"""The layout key ``offline`` takes a source, element or scanner out of use.

``in_service`` is not a key: a layout that still writes it gets one located
error that names ``offline``.
"""

from __future__ import annotations

import pathlib

import pytest

import beamplan
from beamplan.errors import LayoutError

LAYOUT = """\
layout: offline-demo
format: 1
sources:
  fel: {{power: 10 kW{source}}}
elements:
  t1:
    kind: splitter
    outputs: {{a: {{fraction: 0.5}}, b: {{fraction: 0.5}}}}
  m1: {{kind: mirror, reflectivity: 0.9{element}}}
scanners:
  litho-1: {{power: 500 W{scanner}}}
  litho-2: {{power: 500 W}}
beamlines:
  - fel -> t1
  - t1.a -> m1 -> litho-1
  - t1.b -> litho-2
"""


def _write(tmp_path: pathlib.Path, **extra: str) -> str:
    path = tmp_path / "offline.yaml"
    fields = {"source": "", "element": "", "scanner": ""}
    fields.update({k: f", {v}" for k, v in extra.items()})
    path.write_text(LAYOUT.format(**fields), encoding="utf-8")
    return str(path)


def test_offline_defaults_to_false(tmp_path: pathlib.Path) -> None:
    layout = beamplan.load(_write(tmp_path))
    assert all(x.in_use for x in (*layout.sources, *layout.elements, *layout.scanners))


@pytest.mark.parametrize("where", ["source", "element", "scanner"])
def test_offline_true_takes_the_part_out_of_use(tmp_path: pathlib.Path, where: str) -> None:
    layout = beamplan.load(_write(tmp_path, **{where: "offline: true"}))
    group = {"source": layout.sources, "element": layout.elements,
             "scanner": layout.scanners}[where]
    offline = [x.id for x in group if not x.in_use]
    assert offline == [{"source": "fel", "element": "m1", "scanner": "litho-1"}[where]]
    again = beamplan.load(_write(tmp_path, **{where: "offline: false"}))
    assert all(x.in_use for x in (*again.sources, *again.elements, *again.scanners))


def test_an_offline_mirror_passes_nothing(tmp_path: pathlib.Path) -> None:
    result = beamplan.plan(_write(tmp_path, element="offline: true"))
    delivered = {s.id: s.delivered_w for s in result.scanners}
    # Hand calculation: m1 passes nothing, so litho-1 gets 0 W; litho-2 still gets its need.
    assert delivered["litho-1"] == 0.0
    assert delivered["litho-2"] >= 500.0


@pytest.mark.parametrize(("where", "noun", "line", "column"), [
    ("source", "a source", 4, 23),     # hand count (string search on the line)
    ("element", "an element", 9, 41),  # '  m1: {kind: mirror, reflectivity: 0.9, in_service'
    ("scanner", "a scanner", 11, 27),  # '  litho-1: {power: 500 W, in_service'
])
def test_old_in_service_key_names_the_new_one(tmp_path: pathlib.Path, where: str, noun: str,
                                              line: int, column: int) -> None:
    path = _write(tmp_path, **{where: "in_service: false"})
    with pytest.raises(LayoutError) as caught:
        beamplan.load(path)
    [d] = [d for d in caught.value.diagnostics if d.is_error]
    assert d.code == "renamed-key"
    assert (d.location.line, d.location.column) == (line, column)  # type: ignore[union-attr]
    assert d.format().endswith(f"'in_service' is not a key; to take {noun} out of use "
                               "write 'offline: true'")


def test_offline_must_be_true_or_false(tmp_path: pathlib.Path) -> None:
    with pytest.raises(LayoutError) as caught:
        beamplan.load(_write(tmp_path, element="offline: maybe"))
    [d] = [d for d in caught.value.diagnostics if d.is_error]
    assert "'offline' must be true or false" in d.message
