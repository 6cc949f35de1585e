"""Cost: annuity, energy arithmetic, break-even, trade facts, located input errors, CLI."""

from __future__ import annotations

import json
import pathlib

import pytest

import beamplan
from beamplan.analyses.cost import cost_of
from beamplan.cli.main import main
from beamplan.errors import LayoutError
from beamplan.layout.economics import SHARED_W_PER_W, Economics, PlasmaOption, parse_economics
from beamplan.layout.yamlpos import parse_yaml
from beamplan.network.graph import build_network
from beamplan.physics.economics import (
    annual_capital,
    annuity_factor,
    break_even_count,
    dose_for_throughput,
    energy_mwh,
)
from beamplan.physics.scanner_tool import ScannerTool


def test_annuity_by_hand() -> None:
    # hand calculation: 0.1 / (1 - 1.1**-2) = 0.1 / (1 - 0.826446) = 0.576190
    assert annuity_factor(0.10, 2) == pytest.approx(0.5761905, rel=1e-6)
    # hand calculation: a 2-year loan of 1000 at 10 %: 576.19 a year repays it exactly
    pay = annual_capital(1000.0, 0.10, 2)
    assert (1000.0 * 1.1 - pay) * 1.1 - pay == pytest.approx(0.0, abs=1e-9)
    assert annuity_factor(0.0, 4) == 0.25  # hand calculation: no interest, C / n
    with pytest.raises(ValueError):
        annuity_factor(0.05, 0.0)


def test_energy_arithmetic_by_hand() -> None:
    # hand calculation: 16.332797 MW × 8200 h = 133,928.94 MWh; × 95 per MWh = 12.72 million
    assert energy_mwh(16.332797e6, 8200.0) == pytest.approx(133928.935, rel=1e-6)
    net = build_network(beamplan.load("layouts/two-bay.yaml"))
    econ = Economics(price_per_kwh=0.095, hours_per_year=8200.0)
    report = cost_of(beamplan.plan(net), net, econ)
    main_src = report.sources[0]
    assert main_src.energy_mwh == pytest.approx(main_src.electrical_w * 8200 / 1e6)
    assert main_src.electricity_per_year == pytest.approx(main_src.energy_mwh * 95.0)
    # the scanners' shares add up to the fab
    assert sum(s.total_per_year for s in report.scanners) == pytest.approx(report.total_per_year)
    one = report.scanners[0]
    # hand calculation: passes = wph × hours × exposing share
    assert one.passes_per_year == pytest.approx(one.wph * 8200.0 * 0.8)


def test_break_even_by_hand() -> None:
    # hand calculation: shared 100 per year per source + 2 per scanner; plasma 12 per scanner:
    # 100 + 2N <= 12N from N = 10 on
    assert break_even_count(100.0, 1e4, 100.0, 2.0, 12.0) == 10
    # with 1 kW per scanner a 10 kW source serves 10: at N = 10 one source, 120 <= 120
    assert break_even_count(100.0, 1e4, 1e3, 2.0, 12.0) == 10
    # 11 scanners need a second source: the step at 11 (222 > 132), so 10 stays the answer
    # and a source too small for one scanner's share never wins
    assert break_even_count(100.0, 1e3, 1e3, 2.0, 12.0, max_count=50) is None


def test_trade_facts_from_the_illustrative_defaults() -> None:
    # common practice, no source: ~10 kW EUV for ~7 MW (0.7 MW per kW) shared,
    # ~1.1 MW for 250 W at IF (4.4 MW per kW) for a plasma source
    assert pytest.approx(7.0) == SHARED_W_PER_W * 10e3 / 1e6
    assert pytest.approx(0.7) == SHARED_W_PER_W * 1e3 / 1e6
    plasma = PlasmaOption()
    assert plasma.electrical_w / plasma.power_w * 1e3 / 1e6 == pytest.approx(4.4)
    econ = Economics()
    money = econ.source("any", 10e3)
    assert (money.capital, money.maintenance_per_year) == (400e6, 40e6)  # trade facts


def test_dose_for_throughput_inverts_the_throughput_model() -> None:
    # the example of throughput_at_power: 300 J/m² at 200 W gives 149.75 wph
    assert dose_for_throughput(ScannerTool(), 200.0, 149.75) == pytest.approx(300.0, rel=1e-4)
    with pytest.raises(ValueError):
        dose_for_throughput(ScannerTool(), 200.0, 250.0)  # beyond the stage (about 200 wph)


@pytest.mark.parametrize(("text", "where", "words"), [
    ("electricity_price: 0.1", "e.yaml:1:20", "needs its energy unit"),
    ("discount_rate: 140 %", "e.yaml:1:16", "at most 1"),
    ("sources:\n  fel: {capital: lots}", "e.yaml:2:18", "expected an amount"),
    ("reliability:\n  kinds:\n    mirror: {mtbf: 5 h}", "e.yaml:3:5", "'mttr'"),
    ("hours_per_year: 9000 h", "e.yaml:1:17", "at most 8784"),
    ("currency: cr\nprice: 3", "e.yaml:2:1", "unknown key 'price'"),
])
def test_located_errors(text: str, where: str, words: str) -> None:
    with pytest.raises(LayoutError) as info:
        parse_economics(parse_yaml(text, "e.yaml"))
    message = str(info.value)
    assert where in message and words in message, message


def test_cost_cli_json_and_done_when(tmp_path: pytest.TempPathFactory) -> None:
    out = f"{tmp_path}/c.json"
    code = main(["cost", "layouts/two-bay.yaml", "layouts/economics/two-bay.economics.yaml",
                 "--availability", "--json", out, "-q"])
    assert code == 0
    doc = json.loads(pathlib.Path(out).read_text(encoding="utf-8"))
    assert doc["format"] == "beamplan-cost/1" and doc["currency"] == "cr"
    assert doc["break_even"]["scanners"] >= 1
    assert doc["fab"]["cost_per_wafer"] == pytest.approx(doc["fab"]["cost_per_pass"] * 20,
                                                         rel=1e-6)
    assert doc["availability"]["fab"]["passes_lost_per_year"] > 0
    assert doc["availability"]["ranking"][0]["id"] == "fel-main"  # the source's 1.6 % dominate
    again = f"{tmp_path}/d.json"
    main(["cost", "layouts/two-bay.yaml", "layouts/economics/two-bay.economics.yaml",
          "--availability", "--json", again, "-q"])
    text = pathlib.Path(again).read_text(encoding="utf-8")
    assert text == pathlib.Path(out).read_text(encoding="utf-8")


def test_cost_cli_bad_economics_is_located(tmp_path: pytest.TempPathFactory,
                                           capsys: pytest.CaptureFixture[str]) -> None:
    bad = tmp_path / "bad.economics.yaml"  # type: ignore[operator]
    bad.write_text("currency: cr\ndiscount_rate: lots\n")
    assert main(["cost", "layouts/pilot-line.yaml", str(bad)]) == 1
    err = capsys.readouterr().err
    assert "bad.economics.yaml:2:16" in err and "Traceback" not in err


def test_cost_compare_html_csv(tmp_path: pytest.TempPathFactory) -> None:
    html, folder = f"{tmp_path}/c.html", f"{tmp_path}/csv"
    code = main(["cost", "layouts/pilot-line.yaml", "--compare", "layouts/pilot-line.yaml",
                 "layouts/coated-line.yaml", "--html", html, "--csv", folder, "-q"])
    assert code == 0
    page = pathlib.Path(html).read_text(encoding="utf-8")
    assert "<svg" in page and "Break-even" in page
    import os

    tables = sorted(n for n in os.listdir(folder) if n.endswith(".csv"))
    assert tables == ["break_even.csv", "cost_scanners.csv", "cost_sources.csv"]


def test_economics_section_of_a_layout(tmp_path: pathlib.Path,
                                       capsys: pytest.CaptureFixture[str]) -> None:
    text = pathlib.Path("layouts/pilot-line.yaml").read_text(encoding="utf-8")
    good = tmp_path / "with-economics.yaml"
    good.write_text(text + "\neconomics:\n  currency: cr\n  electricity_price: 80 per MWh\n")
    assert main(["check", str(good), "-q"]) == 0  # the loader lets the section through
    out = tmp_path / "c.json"
    assert main(["cost", str(good), "--json", str(out), "-q"]) == 0
    doc = json.loads(out.read_text(encoding="utf-8"))
    assert doc["currency"] == "cr" and doc["inputs"]["price_per_kwh"] == 0.08  # 80 per MWh
    lines = len(text.splitlines())
    bad = tmp_path / "bad-economics.yaml"
    bad.write_text(text + "\neconomics:\n  hours_per_year: lots\n")
    assert main(["cost", str(bad)]) == 1
    err = capsys.readouterr().err
    # located in the layout file, at the value (two lines below the end of the layout)
    assert f"bad-economics.yaml:{lines + 3}:19: error: economics: 'hours_per_year'" in err


def test_names_the_layout_does_not_know_and_wph_beyond_the_stage(
        tmp_path: pathlib.Path, capsys: pytest.CaptureFixture[str]) -> None:
    econ = tmp_path / "e.yaml"
    econ.write_text("reliability:\n  ids:\n    halo-fle: {mtbf: 10 h, mttr: 1 h}\n")
    assert main(["availability", "layouts/pilot-line.yaml", str(econ)]) == 1
    err = capsys.readouterr().err
    assert "e.yaml:3:5: error: economics: 'halo-fle' is not a source, element or scanner" in err
    assert "did you mean 'halo-fel'" in err
    # hand calculation: the default tool's stage allows 3600 / 18 s = 200 wph at most
    econ.write_text("scanners:\n  default: {wph: 210}\n")
    assert main(["cost", "layouts/pilot-line.yaml", str(econ)]) == 1
    assert "e.yaml:2:13: error: economics: scanner 'litho-p1'" in capsys.readouterr().err


def test_cost_page_with_availability_is_well_formed(tmp_path: pathlib.Path) -> None:
    from tests.test_html import parse

    html = tmp_path / "c.html"
    assert main(["cost", "layouts/pilot-line.yaml", "--availability", "--html", str(html),
                 "-q"]) == 0
    checker = parse(html.read_text(encoding="utf-8"))
    assert checker.problems == [] and checker.stack == []  # every tag closed, in order
    assert checker.seen.count("svg") == 3  # cost breakdown, break-even, passes lost
    ids = [v for _, k, v in checker.attrs if k == "id"]
    assert len(ids) == len(set(ids))


def test_a_source_without_a_draw_takes_the_trade_fact_and_the_curve_gives_the_count() -> None:
    text = pathlib.Path("layouts/pilot-line.yaml").read_text(encoding="utf-8")
    bare = text.replace("halo-fel: {power: 6 kW, electrical: 9 MW, electrical_fixed: 3 MW}",
                        "halo-fel: {power: 6 kW}")
    assert bare != text
    from tests.conftest import network_from_text

    net = network_from_text(bare)
    report = cost_of(beamplan.plan(net), net, Economics())
    src = report.sources[0]
    # common practice, no source: 0.7 MW of wall-plug draw per kW of EUV
    assert src.electrical_w == pytest.approx(700.0 * src.output_w)
    assert src.draw_basis.startswith("illustrative")
    # the break-even count is the first N of the curve at which the shared side costs less
    first = next(p.scanners for p in report.curve if p.shared_per_year <= p.plasma_per_year)
    assert report.break_even == first
    # hand calculation of the first point: one source's fixed cost + one scanner's draw
    one = report.curve[0]
    fixed = src.capital_per_year + src.maintenance_per_year  # no fixed draw without a layout draw
    variable = 700.0 * report.per_scanner_source_w * 8000.0 / 1e6 * 1e3 * 0.10
    assert one.shared_per_year == pytest.approx(fixed + variable)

......

What are the lines, exactly as written above, from the line with "- t1.b -> litho-2" to the line with "return str(path)", both included? Output only those.

* [REPLY TO THE EXERCISE]:
  - t1.b -> litho-2
"""


def _write(tmp_path: pathlib.Path, **extra: str) -> str:
    path = tmp_path / "offline.yaml"
    fields = {"source": "", "element": "", "scanner": ""}
    fields.update({k: f", {v}" for k, v in extra.items()})
    path.write_text(LAYOUT.format(**fields), encoding="utf-8")
    return str(path)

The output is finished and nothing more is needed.